Work item: In the data below, find each line that contains the word "counts" and copy it.

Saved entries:
::::::
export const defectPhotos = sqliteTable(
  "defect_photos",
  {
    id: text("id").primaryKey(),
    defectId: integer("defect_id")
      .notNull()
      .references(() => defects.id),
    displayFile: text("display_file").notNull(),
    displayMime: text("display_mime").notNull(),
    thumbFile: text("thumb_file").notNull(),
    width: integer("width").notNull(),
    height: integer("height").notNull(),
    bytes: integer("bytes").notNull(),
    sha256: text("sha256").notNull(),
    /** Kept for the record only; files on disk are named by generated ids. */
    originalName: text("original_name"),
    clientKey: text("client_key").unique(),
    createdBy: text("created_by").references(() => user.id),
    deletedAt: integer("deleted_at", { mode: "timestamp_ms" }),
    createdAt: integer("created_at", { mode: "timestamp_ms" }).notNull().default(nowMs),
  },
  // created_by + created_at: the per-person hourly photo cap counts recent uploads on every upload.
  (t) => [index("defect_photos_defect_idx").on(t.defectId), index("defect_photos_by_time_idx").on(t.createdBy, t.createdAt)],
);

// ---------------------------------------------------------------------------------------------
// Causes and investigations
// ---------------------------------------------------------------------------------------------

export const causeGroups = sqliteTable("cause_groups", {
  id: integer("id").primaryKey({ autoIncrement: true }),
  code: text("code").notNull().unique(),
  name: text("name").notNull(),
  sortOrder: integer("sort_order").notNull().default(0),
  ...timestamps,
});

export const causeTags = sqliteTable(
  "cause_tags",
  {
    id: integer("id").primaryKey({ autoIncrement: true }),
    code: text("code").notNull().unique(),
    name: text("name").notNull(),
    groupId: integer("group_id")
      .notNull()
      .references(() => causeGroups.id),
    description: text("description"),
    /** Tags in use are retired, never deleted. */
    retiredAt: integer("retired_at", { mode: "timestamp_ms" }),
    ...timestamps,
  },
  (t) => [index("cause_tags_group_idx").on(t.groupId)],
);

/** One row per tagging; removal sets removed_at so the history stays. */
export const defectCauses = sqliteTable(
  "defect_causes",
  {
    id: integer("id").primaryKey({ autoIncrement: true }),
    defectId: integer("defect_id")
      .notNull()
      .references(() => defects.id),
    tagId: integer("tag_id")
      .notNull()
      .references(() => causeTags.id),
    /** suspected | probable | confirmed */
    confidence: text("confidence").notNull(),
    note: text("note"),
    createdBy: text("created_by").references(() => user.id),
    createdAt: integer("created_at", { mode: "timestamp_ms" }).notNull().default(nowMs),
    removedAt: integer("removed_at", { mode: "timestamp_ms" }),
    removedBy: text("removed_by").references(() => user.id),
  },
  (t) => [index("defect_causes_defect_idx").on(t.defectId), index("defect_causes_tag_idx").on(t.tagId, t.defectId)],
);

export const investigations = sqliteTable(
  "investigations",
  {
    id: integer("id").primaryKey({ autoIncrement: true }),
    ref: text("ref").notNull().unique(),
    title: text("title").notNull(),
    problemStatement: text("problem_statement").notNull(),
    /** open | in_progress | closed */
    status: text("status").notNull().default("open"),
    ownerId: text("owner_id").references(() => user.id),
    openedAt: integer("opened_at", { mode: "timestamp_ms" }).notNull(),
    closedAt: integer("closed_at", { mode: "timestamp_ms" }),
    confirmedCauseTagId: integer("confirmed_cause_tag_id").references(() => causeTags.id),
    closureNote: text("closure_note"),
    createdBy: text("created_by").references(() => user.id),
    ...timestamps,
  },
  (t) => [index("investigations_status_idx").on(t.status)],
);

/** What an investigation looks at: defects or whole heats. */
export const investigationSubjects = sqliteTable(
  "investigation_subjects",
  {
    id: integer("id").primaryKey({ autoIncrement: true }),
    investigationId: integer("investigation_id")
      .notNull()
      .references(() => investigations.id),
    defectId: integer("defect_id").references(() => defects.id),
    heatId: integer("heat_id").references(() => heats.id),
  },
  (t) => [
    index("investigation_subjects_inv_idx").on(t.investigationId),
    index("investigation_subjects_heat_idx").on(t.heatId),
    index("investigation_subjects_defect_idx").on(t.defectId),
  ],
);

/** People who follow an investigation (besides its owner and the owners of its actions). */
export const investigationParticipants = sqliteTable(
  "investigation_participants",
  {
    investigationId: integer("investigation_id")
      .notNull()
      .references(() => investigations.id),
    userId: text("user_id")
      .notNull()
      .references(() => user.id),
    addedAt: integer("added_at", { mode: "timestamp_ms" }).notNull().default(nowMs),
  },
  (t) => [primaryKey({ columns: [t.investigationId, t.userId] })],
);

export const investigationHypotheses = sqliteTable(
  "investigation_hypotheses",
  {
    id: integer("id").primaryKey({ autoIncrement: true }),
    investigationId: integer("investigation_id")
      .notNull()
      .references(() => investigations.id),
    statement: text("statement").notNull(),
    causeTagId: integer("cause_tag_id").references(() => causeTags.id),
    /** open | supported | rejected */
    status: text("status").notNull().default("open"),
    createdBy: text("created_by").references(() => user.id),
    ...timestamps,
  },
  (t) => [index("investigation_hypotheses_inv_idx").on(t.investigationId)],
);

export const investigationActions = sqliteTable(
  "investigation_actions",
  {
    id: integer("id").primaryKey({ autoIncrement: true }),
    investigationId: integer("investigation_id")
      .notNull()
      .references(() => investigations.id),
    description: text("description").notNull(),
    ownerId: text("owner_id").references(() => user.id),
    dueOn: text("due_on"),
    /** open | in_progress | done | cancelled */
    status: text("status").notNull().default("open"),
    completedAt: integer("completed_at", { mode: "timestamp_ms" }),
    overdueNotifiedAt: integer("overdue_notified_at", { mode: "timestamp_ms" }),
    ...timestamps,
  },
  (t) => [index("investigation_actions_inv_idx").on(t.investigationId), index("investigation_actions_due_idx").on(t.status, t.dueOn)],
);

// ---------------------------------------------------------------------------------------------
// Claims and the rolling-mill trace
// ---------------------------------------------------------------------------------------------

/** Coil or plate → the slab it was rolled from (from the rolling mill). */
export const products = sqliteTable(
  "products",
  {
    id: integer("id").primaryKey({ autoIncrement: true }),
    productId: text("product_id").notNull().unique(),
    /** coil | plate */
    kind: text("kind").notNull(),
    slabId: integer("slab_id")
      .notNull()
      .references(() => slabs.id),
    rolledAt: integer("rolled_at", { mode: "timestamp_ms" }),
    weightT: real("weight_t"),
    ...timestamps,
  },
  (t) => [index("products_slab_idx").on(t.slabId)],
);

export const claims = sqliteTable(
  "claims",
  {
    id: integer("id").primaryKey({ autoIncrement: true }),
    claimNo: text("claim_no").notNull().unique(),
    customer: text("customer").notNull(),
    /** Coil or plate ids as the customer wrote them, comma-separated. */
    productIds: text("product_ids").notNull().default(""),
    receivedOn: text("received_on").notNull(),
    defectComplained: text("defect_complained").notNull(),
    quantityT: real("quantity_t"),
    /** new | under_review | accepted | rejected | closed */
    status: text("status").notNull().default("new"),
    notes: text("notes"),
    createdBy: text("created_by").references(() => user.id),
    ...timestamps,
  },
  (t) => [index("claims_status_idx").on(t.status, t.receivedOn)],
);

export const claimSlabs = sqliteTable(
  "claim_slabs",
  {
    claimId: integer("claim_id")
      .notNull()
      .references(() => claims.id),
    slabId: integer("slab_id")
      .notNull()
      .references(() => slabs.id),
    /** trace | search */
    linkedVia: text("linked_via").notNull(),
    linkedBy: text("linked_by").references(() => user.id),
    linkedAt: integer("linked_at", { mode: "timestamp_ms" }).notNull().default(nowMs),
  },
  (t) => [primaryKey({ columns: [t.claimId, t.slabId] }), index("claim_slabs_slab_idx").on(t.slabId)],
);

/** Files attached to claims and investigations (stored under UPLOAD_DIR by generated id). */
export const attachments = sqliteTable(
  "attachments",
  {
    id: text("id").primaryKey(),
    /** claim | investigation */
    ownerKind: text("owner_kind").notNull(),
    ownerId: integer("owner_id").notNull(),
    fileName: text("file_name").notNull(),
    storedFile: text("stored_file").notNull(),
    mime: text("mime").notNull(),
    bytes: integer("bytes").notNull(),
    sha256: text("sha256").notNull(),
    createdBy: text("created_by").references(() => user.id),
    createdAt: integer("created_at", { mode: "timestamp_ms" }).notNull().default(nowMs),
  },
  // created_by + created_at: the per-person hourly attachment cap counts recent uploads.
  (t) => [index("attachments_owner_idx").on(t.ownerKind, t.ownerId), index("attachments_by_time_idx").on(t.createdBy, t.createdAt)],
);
::::::
Output for this task:
  // created_by + created_at: the per-person hourly photo cap counts recent uploads on every upload.
  // created_by + created_at: the per-person hourly attachment cap counts recent uploads.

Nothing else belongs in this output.